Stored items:
package raster

import (
	"bytes"
	"cmp"
	"errors"
	"fmt"
	"io"
	"maps"
	"math"
	"os"
	"path/filepath"
	"slices"
	"strconv"
	"strings"

	"github.com/airbusgeo/godal"
)

// MTL is the metadata of a Landsat Level-1 product, read from the
// *_MTL.txt file delivered beside its band files. Both the Collection 1 and
// the Collection 2 layouts are read.
type MTL struct {
	Path string
	// SpacecraftID is SPACECRAFT_ID ("LANDSAT_8"), DateAcquired
	// DATE_ACQUIRED ("2013-07-07") and SunElevation SUN_ELEVATION, the
	// sun's elevation at the scene centre in degrees.
	SpacecraftID string
	// SensorID is SENSOR_ID ("OLI_TIRS", "ETM", "TM"); empty in files
	// that lack it.
	SensorID     string
	DateAcquired string
	SunElevation float64
	// ProcessingLevel is PROCESSING_LEVEL (Collection 2) or DATA_TYPE
	// (Collection 1): "L1TP", "L1GT", ... ; "L2SP" for Level-2 products.
	ProcessingLevel string
	// BandFiles maps each band, named as the file names it ("1" ... "11",
	// "6_VCID_1", "QUALITY"), to its file name, from FILE_NAME_BAND_n.
	BandFiles map[string]string
	// ReflMult and ReflAdd are REFLECTANCE_MULT_BAND_n and
	// REFLECTANCE_ADD_BAND_n by band, from the Level-1 rescaling group
	// (RADIOMETRIC_RESCALING in Collection 1, LEVEL1_RADIOMETRIC_RESCALING
	// in Collection 2). Thermal bands have none.
	ReflMult, ReflAdd map[string]float64
	// SRMult and SRAdd are the same keys of a Collection 2 Level-2
	// product's LEVEL2_SURFACE_REFLECTANCE_PARAMETERS group: they turn its
	// surface reflectance band files into surface reflectance.
	SRMult, SRAdd map[string]float64
}

// maxMTLSize bounds the bytes read from a metadata file; real ones are a
// few tens of kilobytes.
const maxMTLSize = 4 << 20

// errNoReflectance marks a band the MTL gives no reflectance coefficients.
var errNoReflectance = errors.New("no reflectance coefficients")

// ReadMTL reads a Landsat *_MTL.txt file: the ODL text of nested
// "GROUP = NAME" ... "END_GROUP = NAME" blocks of "NAME = VALUE" lines,
// closed by "END". SPACECRAFT_ID, DATE_ACQUIRED, SUN_ELEVATION and at least
// one FILE_NAME_BAND_n must be present; errors name the file and the key.
func ReadMTL(path string) (*MTL, error) {
	data, err := readSmallFile(path, maxMTLSize)
	if err != nil {
		return nil, err
	}
	return parseMTL(path, data)
}

func parseMTL(path string, data []byte) (*MTL, error) {
	// entries holds the first value of each name; rescale the first of
	// each name in the Level-1 rescaling group, whose coefficients alone
	// apply to Level-1 digital numbers (a Level-2 file has others).
	entries, rescale, surface := map[string]string{}, map[string]string{}, map[string]string{}
	var groups []string
	for n, line := range bytes.Split(data, []byte("\n")) {
		l := strings.TrimSpace(string(line))
		if l == "" {
			continue
		}
		if l == "END" {
			break
		}
		key, value, ok := strings.Cut(l, "=")
		key, value = strings.TrimSpace(key), unquote(strings.TrimSpace(value))
		if !ok || key == "" {
			return nil, fmt.Errorf("%s: line %d: want NAME = VALUE, got %q", path, n+1, shorten(l))
		}
		switch key {
		case "GROUP":
			groups = append(groups, value)
		case "END_GROUP":
			if len(groups) == 0 || groups[len(groups)-1] != value {
				return nil, fmt.Errorf("%s: line %d: END_GROUP = %s closes no open group of that name", path, n+1, shorten(value))
			}
			groups = groups[:len(groups)-1]
		default:
			if _, seen := entries[key]; !seen {
				entries[key] = value
			}
			if len(groups) > 0 {
				into := map[string]map[string]string{"RADIOMETRIC_RESCALING": rescale, "LEVEL1_RADIOMETRIC_RESCALING": rescale,
					"LEVEL2_SURFACE_REFLECTANCE_PARAMETERS": surface}[groups[len(groups)-1]]
				if _, seen := into[key]; into != nil && !seen {
					into[key] = value
				}
			}
		}
	}
	if len(groups) > 0 {
		return nil, fmt.Errorf("%s: GROUP = %s is not closed", path, shorten(groups[len(groups)-1]))
	}

	m := &MTL{Path: path, BandFiles: map[string]string{}, ReflMult: map[string]float64{}, ReflAdd: map[string]float64{},
		SRMult: map[string]float64{}, SRAdd: map[string]float64{}}
	need := func(key string) (string, error) {
		if v := entries[key]; v != "" {
			return v, nil
		}
		return "", fmt.Errorf("%s: no %s", path, key)
	}
	var err error
	if m.SpacecraftID, err = need("SPACECRAFT_ID"); err != nil {
		return nil, err
	}
	if m.DateAcquired, err = need("DATE_ACQUIRED"); err != nil {
		return nil, err
	}
	se, err := need("SUN_ELEVATION")
	if err != nil {
		return nil, err
	}
	if m.SunElevation, err = mtlNumber(path, "SUN_ELEVATION", se); err != nil {
		return nil, err
	}
	m.SensorID = entries["SENSOR_ID"]
	m.ProcessingLevel = cmp.Or(entries["PROCESSING_LEVEL"], entries["DATA_TYPE"])
	for _, key := range slices.Sorted(maps.Keys(entries)) {
		if band, ok := strings.CutPrefix(key, "FILE_NAME_BAND_"); ok && band != "" {
			m.BandFiles[band] = entries[key]
		}
	}
	if len(m.BandFiles) == 0 {
		return nil, fmt.Errorf("%s: no FILE_NAME_BAND_n", path)
	}
	if err := coefficients(path, rescale, m.ReflMult, m.ReflAdd); err != nil {
		return nil, err
	}
	if err := coefficients(path, surface, m.SRMult, m.SRAdd); err != nil {
		return nil, err
	}
	return m, nil
}

// coefficients reads the REFLECTANCE_MULT_BAND_n and REFLECTANCE_ADD_BAND_n
// entries of one group into mult and add by band.
func coefficients(path string, group map[string]string, mult, add map[string]float64) error {
	for _, key := range slices.Sorted(maps.Keys(group)) {
		for prefix, dst := range map[string]map[string]float64{"REFLECTANCE_MULT_BAND_": mult, "REFLECTANCE_ADD_BAND_": add} {
			if band, ok := strings.CutPrefix(key, prefix); ok && band != "" {
				v, err := mtlNumber(path, key, group[key])
				if err != nil {
					return err
				}
				dst[band] = v
			}
		}
	}
	return nil
}

func mtlNumber(path, key, value string) (float64, error) {
	v, err := strconv.ParseFloat(value, 64)
	if err != nil || math.IsNaN(v) || math.IsInf(v, 0) {
		return 0, fmt.Errorf("%s: %s = %s is not a number", path, key, shorten(value))
	}
	return v, nil
}

func unquote(s string) string {
	if len(s) >= 2 && s[0] == '"' && s[len(s)-1] == '"' {
		return s[1 : len(s)-1]
	}
	return s
}

// shorten cuts text quoted from a file for a one-line message.
func shorten(s string) string {
	s = strings.ToValidUTF8(s, "?")
	if r := []rune(s); len(r) > 60 {
		return string(r[:60]) + "..."
	}
	return s
}

// BandOf returns the band whose FILE_NAME_BAND_n is file (a base name;
// letter case is ignored).
func (m *MTL) BandOf(file string) (band string, ok bool) {
	keys := make([]string, 0, len(m.BandFiles))
	for k := range m.BandFiles {
		keys = append(keys, k)
	}
	slices.Sort(keys)
	for _, k := range keys {
		if strings.EqualFold(m.BandFiles[k], file) {
			return k, true
		}
	}
	return "", false
}

// Reflectance returns REFLECTANCE_MULT_BAND_n and REFLECTANCE_ADD_BAND_n of
// band n. A band with neither (a thermal band) gives an error wrapping
// errNoReflectance; one with only one of them names the missing key.
func (m *MTL) Reflectance(band string) (mult, add float64, err error) {
	return pairOf(m.Path, band, m.ReflMult, m.ReflAdd)
}

// pairOf returns band's entries of one group's coefficients.
func pairOf(path, band string, mults, adds map[string]float64) (mult, add float64, err error) {
	mult, okM := mults[band]
	add, okA := adds[band]
	switch {
	case !okM && !okA:
		return 0, 0, fmt.Errorf("%s: band %s: %w", path, band, errNoReflectance)
	case !okM:
		return 0, 0, fmt.Errorf("%s: no REFLECTANCE_MULT_BAND_%s", path, band)
	case !okA:
		return 0, 0, fmt.Errorf("%s: no REFLECTANCE_ADD_BAND_%s", path, band)
	}
	return mult, add, nil
}

// SurfaceReflectance returns the Level-2 REFLECTANCE_MULT_BAND_n and
// REFLECTANCE_ADD_BAND_n of band n, as Reflectance does for Level 1.
func (m *MTL) SurfaceReflectance(band string) (mult, add float64, err error) {
	return pairOf(m.Path, band, m.SRMult, m.SRAdd)
}

// FindMTL returns the *_MTL.txt file in bandPath's folder whose
// FILE_NAME_BAND_n lists bandPath's file name. The error names the folder
// when there is none.
func FindMTL(bandPath string) (string, error) {
	m, err := findMTL(bandPath, ReadMTL)
	if err != nil {
		return "", err
	}
	return m.Path, nil
}

// findMTL is FindMTL reading candidates through read (which may cache).
func findMTL(bandPath string, read func(string) (*MTL, error)) (*MTL, error) {
	dir, base := splitPath(bandPath)
	names, err := listDir(dir)
	if err != nil {
		return nil, fmt.Errorf("find the MTL file of %s: %w", bandPath, err)
	}
	var candidates int
	var firstErr error
	for _, name := range names {
		if !strings.HasSuffix(strings.ToUpper(name), "_MTL.TXT") {
			continue
		}
		candidates++
		m, err := read(joinPath(dir, name))
		if err != nil {
			firstErr = cmp.Or(firstErr, err)
			continue
		}
		if _, ok := m.BandOf(base); ok {
			return m, nil
		}
	}
	switch {
	case candidates == 0:
		return nil, fmt.Errorf("no *_MTL.txt metadata file in folder %s (needed to calibrate %s)", dir, base)
	case firstErr != nil:
		return nil, fmt.Errorf("no *_MTL.txt in folder %s lists %s as a band file (FILE_NAME_BAND_n); one could not be read: %w", dir, base, firstErr)
	}
	return nil, fmt.Errorf("no *_MTL.txt in folder %s lists %s as a band file (FILE_NAME_BAND_n)", dir, base)
}

// splitPath splits a path into its folder and file name. GDAL virtual
// paths are cut at the last '/' and kept as they are: cleaning them would
// turn "/vsizip//abs/a.zip" into a relative path.
func splitPath(p string) (dir, base string) {
	if IsVirtual(p) {
		i := strings.LastIndexByte(p, '/')
		return p[:i], p[i+1:]
	}
	return filepath.Dir(p), filepath.Base(p)
}

func joinPath(dir, name string) string {
	if IsVirtual(dir) {
		return strings.TrimSuffix(dir, "/") + "/" + name
	}
	return filepath.Join(dir, name)
}

// listDir lists the names in a folder, local or GDAL virtual, sorted.
func listDir(dir string) ([]string, error) {
	if IsVirtual(dir) {
		names := slices.DeleteFunc(vsiReadDir(dir), func(n string) bool { return n == "." || n == ".." })
		slices.Sort(names)
		return names, nil
	}
	entries, err := os.ReadDir(dir)
	if err != nil {
		return nil, err
	}
	var names []string
	for _, e := range entries {
		if !e.IsDir() {
			names = append(names, e.Name())
		}
	}
	return names, nil
}

// readSmallFile reads at most limit bytes of a local or GDAL virtual file;
// a longer file is an error.
func readSmallFile(p string, limit int64) ([]byte, error) {
	var r io.Reader
	if IsVirtual(p) {
		f, err := godal.VSIOpen(p, errLogger)
		if err != nil {
			return nil, fmt.Errorf("%s: %w", p, ErrNotFound)
		}
		defer f.Close()
		r = f
	} else {
		f, err := os.Open(p)
		if errors.Is(err, os.ErrNotExist) {
			return nil, fmt.Errorf("%s: %w", p, ErrNotFound)
		} else if err != nil {
			return nil, err
		}
		defer f.Close()
		r = f
	}
	data, err := io.ReadAll(io.LimitReader(r, limit+1))
	if err != nil {
		return nil, fmt.Errorf("%s: %w", p, err)
	}
	if int64(len(data)) > limit {
		return nil, fmt.Errorf("%s: larger than %d bytes, not a metadata file", p, limit)
	}
	return data, nil
}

AIM OF THE EXERCISE: Say how many lines in the data hold the string "SpacecraftID", and write nothing else.

COMPLETED TASK: 3